Prime Minister Julia Gillard has assured religious groups they will have the ”freedom” under a new rights bill to discriminate against homosexuals and others they deem sinners, according to the head of the Australian Christian Lobby.
Under current law, faith-based organisations, including schools and hospitals, can refuse to hire those they view as sinners if they consider it ”is necessary to avoid injury to the religious sensitivities of adherents of that religion”.
Notice the quotation marks around the word “freedom”? What is that telling us? Read further into the story and you will find that there is nothing here other than the reporter’s indignation. There is no story. The prime minister has assured the leader of a lobbying group that the current rules governing the “freedom of religion” will not be changed. The SMH finds this deeply offensive, writing:
Discrimination by religious organisations affects thousands of Australians. The faiths are big employers, and the Catholic Church in particular is one of Australia’s largest private employers.

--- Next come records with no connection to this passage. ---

import { describe, expect, it } from 'vitest';
import { ROTATIONAL_FACTOR } from '../../src/constants/codata-2018.js';
import { solveRadialLevels } from '../../src/potential/numerov.js';
import { type PotentialInput, ROUND_TRIP_GOALS } from '../../src/potential/potential-curve.js';
import { compareLevels, refineRkrCurve, solveOnRkrCurve } from '../../src/potential/refine.js';
import { rkrCurveModel } from '../../src/potential/rkr-curve.js';
import { Bv, C, curves, G, SERIES, Y00 } from '../helpers/invented-oscillator.js';

// Fast stage tests of the Numerov check and the refinement (potential-curve.ts, refine.ts): few levels and, where
// the function takes it, a grid of 600 points instead of 6000, so that each case costs milliseconds to a few tenths
// of a second. All computed inside `it`.

// The invented oscillator (constants, Y00, curves) is in test/helpers/invented-oscillator.ts.

describe('compareLevels by hand', () => {
  it('intervals against G(v) − G(0), B against B(v), the shift E₀ − G₀ and the worst of each', () => {
    const grid = { from: 1, to: 2, step: 0.1, points: 11 };
    // E₀ = G(0) + 1, E₁ = G(1) + 1 + 0.03, E₂ = G(2) + 1 − 0.05; B off by +1e-4, −3e-4, +2e-4 relative.
    const solved = [
      { v: 0, energy: G(0) + 1, rotational: Bv(0) * (1 + 1e-4) },
      { v: 1, energy: G(1) + 1.03, rotational: Bv(1) * (1 - 3e-4) },
      { v: 2, energy: G(2) + 0.95, rotational: Bv(2) * (1 + 2e-4) },
    ];
    const c = compareLevels(SERIES, grid, solved);
    expect(c.grid).toBe(grid);
    expect(c.zeroPointShift).toBeCloseTo(1, 9);
    expect(c.levels.map((l) => l.v)).toEqual([0, 1, 2]);
    expect(c.levels.map((l) => l.energy)).toEqual(solved.map((s) => s.energy));
    expect(c.levels.map((l) => l.B)).toEqual(solved.map((s) => s.rotational));
    const ie = c.levels.map((l) => l.intervalError);
    expect(ie[0]).toBe(0);
    expect(ie[1]).toBeCloseTo(0.03, 9);
    expect(ie[2]).toBeCloseTo(-0.05, 9);
    const re = c.levels.map((l) => l.rotationalRelativeError);
    expect(re[0]).toBeCloseTo(1e-4, 12);
    expect(re[1]).toBeCloseTo(-3e-4, 12);
    expect(re[2]).toBeCloseTo(2e-4, 12);
    expect(c.worstIntervalError).toBeCloseTo(0.05, 9);
    expect(c.worstRotationalRelativeError).toBeCloseTo(3e-4, 12);
  });
});

describe('the Numerov solve on the RKR curve', () => {
  it('the grid reaches a quarter of the well width inside and half of it outside the points at vTop', () => {
    const s = solveOnRkrCurve(SERIES, C, 4, 2, 600);
    if (!s) throw new Error('no curve');
    const w = s.model.outer - s.model.inner;
    expect(s.grid.from).toBeCloseTo(s.model.inner - 0.25 * w, 12);
    expect(s.grid.to).toBeCloseTo(s.model.outer + 0.5 * w, 12);
    expect(s.grid.points).toBe(600);
    expect(s.grid.step).toBeCloseTo((s.grid.to - s.grid.from) / 599, 15);
    expect(s.levels.length).toBe(2);
    // The levels lie within 0.2 cm⁻¹ of G(v) + Y00 (first order misses the interval by ≈ 0.06).
    s.levels.forEach((l) => {
      expect(Math.abs(l.energy - (G(l.v) + Y00))).toBeLessThan(0.2);
    });
    // A curve that is not single-valued gives no solve: B(v) = 2 + 3x doubles by v = 1.
    expect(solveOnRkrCurve({ g: [2000, -10], b: [2, 3] }, C, 4, 2, 600)).toBeUndefined();
  });

  it('a narrow well on a wide-inner grid: the grid starts at no less than a fifth of the inner point', () => {
    // A shallow well (ω = 40, ω_e x_e = 2: dissociation near G = 200 cm⁻¹) filled to v = 7 (G = 187.5) with
    // B = 2 (r_e ≈ 2.9 Å): the outer point runs out to ≈ 12.7 Å, the inner one in to ≈ 0.7 Å, so inner − w/4 < 0.
    const wide = { g: [40, -2], b: [2, -0.01] };
    const s = solveOnRkrCurve(wide, C, 7, 1, 600);
    if (!s) throw new Error('no curve');
    const w = s.model.outer - s.model.inner;
    expect(s.model.inner - 0.25 * w).toBeLessThan(0.2 * s.model.inner);
    expect(s.grid.from).toBeCloseTo(0.2 * s.model.inner, 12);
  });
});

describe('refineRkrCurve on 600 points', () => {
  it('gives back G(v) − G(0) within 0.01 cm⁻¹ and B(v) within 1e-4, checked on its own curve with another grid', () => {
    const r = refineRkrCurve({ series: SERIES, hbar2Over2mu: C, vMax: 2, vTop: 5, points: 600 });
    if (!r) throw new Error('no refinement');
    expect(r.start).toBe('identity');
    expect(r.rounds.length).toBeGreaterThanOrEqual(2);
    expect(r.solves).toBe(r.rounds.length);
    // The first round is the first-order curve (interval error ≈ 0.13 cm⁻¹ at v = 2); the kept one within goals.
    expect((r.rounds[0] as { worstIntervalError: number }).worstIntervalError).toBeGreaterThan(0.05);
    expect(r.check.worstIntervalError).toBeLessThan(ROUND_TRIP_GOALS.interval);
    expect(r.check.worstRotationalRelativeError).toBeLessThan(ROUND_TRIP_GOALS.rotationalRelative);
    // Independent check: the RKR curve of the corrected series solved here on 1500 points.
    const model = rkrCurveModel(r.series, C, 5);
    if (!model) throw new Error('no model');
    const w = model.outer - model.inner;
    const from = model.inner - 0.25 * w;
    const to = model.outer + 0.5 * w;
    const levels = solveRadialLevels(model.potential, C, { from, to, step: (to - from) / 1499 }, 3);
    const e0 = (levels[0] as { energy: number }).energy;
    levels.forEach((l) => {
      expect(Math.abs(l.energy - e0 - (G(l.v) - G(0)))).toBeLessThan(0.01);
      expect(Math.abs(l.rotational / Bv(l.v) - 1)).toBeLessThan(1e-4);
    });
    // Dunham's Y00 is what is left above G(0) (higher orders: ±0.005 cm⁻¹; measured 1.0539 against 1.0556).
    expect(Math.abs(r.check.zeroPointShift - Y00)).toBeLessThan(0.005);
    // The turning points of each level lie on the refined curve at E_v (1e-6 cm⁻¹ of 1000–5000), r₋ < r₊.
    expect(r.levels.map((l) => l.v)).toEqual([0, 1, 2]);
    for (const l of r.levels) {
      expect(l.rMin).toBeLessThan(l.rMax);
      expect(Math.abs(model.potential(l.rMin) - l.energy)).toBeLessThan(1e-6 * l.energy);
      expect(Math.abs(model.potential(l.rMax) - l.energy)).toBeLessThan(1e-6 * l.energy);
      expect(l.energy).toBe((r.check.levels[l.v] as { energy: number }).energy);
    }
  });

  it('with one round the identity run cannot reach the goals: damped Gauss–Newton takes over and does', () => {
    const r = refineRkrCurve({ series: SERIES, hbar2Over2mu: C, vMax: 2, vTop: 5, points: 600, maxRounds: 1 });
    if (!r) throw new Error('no refinement');
    expect(r.start).toBe('finite-difference');
    // The Newton run's rounds: its first-order start and one step.
    expect(r.rounds.length).toBe(2);
    expect((r.rounds[0] as { worstIntervalError: number }).worstIntervalError).toBeGreaterThan(0.05);
    expect(r.check.worstIntervalError).toBeLessThan(ROUND_TRIP_GOALS.interval);
    // Solves: 1 of the identity run, then 1 + one per parameter (ΔG to x², ΔB to x²: 5) + at least 1 trial step.
    expect(r.solves).toBeGreaterThanOrEqual(8);
    expect(r.solves).toBeLessThanOrEqual(4 * (5 + 2) + 1);
    // The corrected series carries the corrections: G to degree 2, B to degree 2.
    expect(r.series.g.length).toBe(2);
    expect(r.series.b.length).toBe(3);
  });

  it('a target whose curve is not single-valued gives no refinement', () => {
    expect(
      refineRkrCurve({ series: { g: [2000, -10], b: [2, 3] }, hbar2Over2mu: C, vMax: 1, vTop: 4, points: 600 }),
    ).toBe(undefined);
  });
});

describe('potentialCurves without the check: series, mass and the finiteness guards', () => {
  const fast = (over: Partial<PotentialInput> = {}) => curves({ vMax: 4, vData: 4, verify: false, ...over });
  const diag = (s: readonly number[]) => {
    const m = new Float64Array(s.length * s.length);
    s.forEach((v, i) => {
      m[i * s.length + i] = v;
    });
    return m;
  };
  const refusal = (over: Partial<PotentialInput>) => {
    try {
      fast(over);
    } catch (e) {
      return e as { code: string; message: string; details: unknown };
    }
    throw new Error('expected a refusal');
  };

  it('missing middle terms count as 0: G = 2000x + 0.5x³ without ω_e x_e, B = 2 + 1e-3 x² without α_e (1e-9)', () => {
    const r = fast({
      coefficients: [
        { k: 1, l: 0, value: 2000 },
        { k: 3, l: 0, value: 0.5 },
        { k: 0, l: 1, value: 2 },
        { k: 2, l: 1, value: 1e-3 },
        { k: 0, l: 2, value: -6e-6 }, // an l = 2 term after B_e: not part of B(v)
      ],
      covariance: new Float64Array(25),
    });
    for (const l of r.levels) {
      const x = l.v + 0.5;
      expect(Math.abs(l.energy.value - (2000 * x + 0.5 * x ** 3))).toBeLessThan(1e-9);
      expect(Math.abs(l.B.value - (2 + 1e-3 * x * x))).toBeLessThan(1e-12);
    }
  });

  it('C = ħ²/2μ: μ = 2 u halves C and shrinks every turning point by √2 (r ∝ √C for the same G and B; 1e-12)', () => {
    const one = fast();
    const two = fast({ reducedMass: { value: 2, uncertainty: 0 } });
    expect(two.hbar2Over2mu).toBe(ROTATIONAL_FACTOR / 2);
    two.levels.forEach((l, v) => {
      const o = one.levels[v];
      if (!o) throw new Error('no level');
      expect(Math.abs(l.rMin.value * Math.SQRT2 - o.rMin.value)).toBeLessThan(1e-12);
      expect(Math.abs(l.rMax.value * Math.SQRT2 - o.rMax.value)).toBeLessThan(1e-12);
    });
  });

  it('an infinite σ of E or of B refuses the levels, with vMax in the details', () => {
    // An infinite var(Y20) makes σ(G) infinite; var(Y11) = 1e308 makes σ²(B) = x² · 1e308 overflow from x = 1.5.
    const message = 'the constants give turning points that are not finite numbers';
    for (const cov of [diag([0, Number.POSITIVE_INFINITY, 0, 0]), diag([0, 0, 0, 1e308])]) {
      const e = refusal({ covariance: cov });
      expect([e.code, e.message]).toEqual(['POTENTIAL_CONSTANTS_INVALID', message]);
      expect(e.details).toEqual({ vMax: 4 });
    }
  });

  it('vMax out of range is refused with vMax in the details', () => {
    expect(refusal({ vMax: 101 }).details).toEqual({ vMax: 101 });
  });
});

They rely on government funding but because of their religious status are allowed to vet the sexual practices of potential employees in ways that would be illegal for non-religious organisations.
The story flow resumes with assurances given by two government ministers that there will be no change in religious freedom laws, followed by comments from church groups. (As an aside, I find the comments somewhat suspect. Knowing some of those who have been quoted, I believe their words have been misconstrued such that the issue of providing services has been conflated with hiring decisions. E.g., they do not discriminate in the provision of services but do reserve the right to employ like minded people.)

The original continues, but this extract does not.